RECORDS SHOWN START

import { count } from 'drizzle-orm'
import type { Db } from './db'

// The demo scenario (fictional): the Fenwick Low-Temperature STM group, an Ag(111) crystal with
// cobalt adatoms at 5 K. Seeded once, on an empty database only.
export const DEMO_PASSWORD = 'tessera-demo'

export async function seedDemo(db: Db) {
  const [row] = await db.select({ n: count() }).from(schema.users)
  if ((row?.n ?? 0) > 0) return
  const hash = await hashPassword(DEMO_PASSWORD)
  const [owner] = await db.insert(schema.users).values({ email: 'demo@tessera.test', name: 'Ines Halvorsen', password_hash: hash }).returning()
  const [viewer] = await db.insert(schema.users).values({ email: 'viewer@tessera.test', name: 'Pavel Ruiz', password_hash: hash }).returning()
  const [member] = await db.insert(schema.users).values({ email: 'night-shift@tessera.test', name: 'Oda Mbeki', password_hash: hash }).returning()
  const [lab] = await db.insert(schema.labs).values({ name: 'Fenwick Low-T STM group' }).returning()
  await db.insert(schema.memberships).values([
    { lab_id: lab!.id, user_id: owner!.id, role: 'owner' },
    { lab_id: lab!.id, user_id: member!.id, role: 'member' },
    { lab_id: lab!.id, user_id: viewer!.id, role: 'viewer' },
  ])
  await db.insert(schema.samples).values([
    { lab_id: lab!.id, name: 'AG-07 cobalt corral crystal', surface: 'Ag(111)', adsorbate: 'Co', temperature_K: 5, notes: 'Sputter/anneal ×4, Co dosed at 8 K. Terrace widths 60–120 nm.', created_by: owner!.id },
    { lab_id: lab!.id, name: 'CU-12 chain tests', surface: 'Cu(111)', adsorbate: 'Fe', temperature_K: 4.3, notes: 'Fe from e-beam evaporator; low coverage.', created_by: member!.id },
  ])
  await audit(db, { labId: lab!.id, userId: owner!.id, action: 'demo.seed', target: `lab:${lab!.id}` })
  console.info('[tessera] demo lab seeded: demo@tessera.test / viewer@tessera.test, password tessera-demo')
}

RECORDS SHOWN END

» INSTRUCTIONS FOR THE TASK
Reproduce the records above exactly. Leave nothing out.

» TASK RESPONSE
import { count } from 'drizzle-orm'
import type { Db } from './db'

// The demo scenario (fictional): the Fenwick Low-Temperature STM group, an Ag(111) crystal with
// cobalt adatoms at 5 K. Seeded once, on an empty database only.
export const DEMO_PASSWORD = 'tessera-demo'

export async function seedDemo(db: Db) {
  const [row] = await db.select({ n: count() }).from(schema.users)
  if ((row?.n ?? 0) > 0) return
  const hash = await hashPassword(DEMO_PASSWORD)
  const [owner] = await db.insert(schema.users).values({ email: 'demo@tessera.test', name: 'Ines Halvorsen', password_hash: hash }).returning()
  const [viewer] = await db.insert(schema.users).values({ email: 'viewer@tessera.test', name: 'Pavel Ruiz', password_hash: hash }).returning()
  const [member] = await db.insert(schema.users).values({ email: 'night-shift@tessera.test', name: 'Oda Mbeki', password_hash: hash }).returning()
  const [lab] = await db.insert(schema.labs).values({ name: 'Fenwick Low-T STM group' }).returning()
  await db.insert(schema.memberships).values([
    { lab_id: lab!.id, user_id: owner!.id, role: 'owner' },
    { lab_id: lab!.id, user_id: member!.id, role: 'member' },
    { lab_id: lab!.id, user_id: viewer!.id, role: 'viewer' },
  ])
  await db.insert(schema.samples).values([
    { lab_id: lab!.id, name: 'AG-07 cobalt corral crystal', surface: 'Ag(111)', adsorbate: 'Co', temperature_K: 5, notes: 'Sputter/anneal ×4, Co dosed at 8 K. Terrace widths 60–120 nm.', created_by: owner!.id },
    { lab_id: lab!.id, name: 'CU-12 chain tests', surface: 'Cu(111)', adsorbate: 'Fe', temperature_K: 4.3, notes: 'Fe from e-beam evaporator; low coverage.', created_by: member!.id },
  ])
  await audit(db, { labId: lab!.id, userId: owner!.id, action: 'demo.seed', target: `lab:${lab!.id}` })
  console.info('[tessera] demo lab seeded: demo@tessera.test / viewer@tessera.test, password tessera-demo')
}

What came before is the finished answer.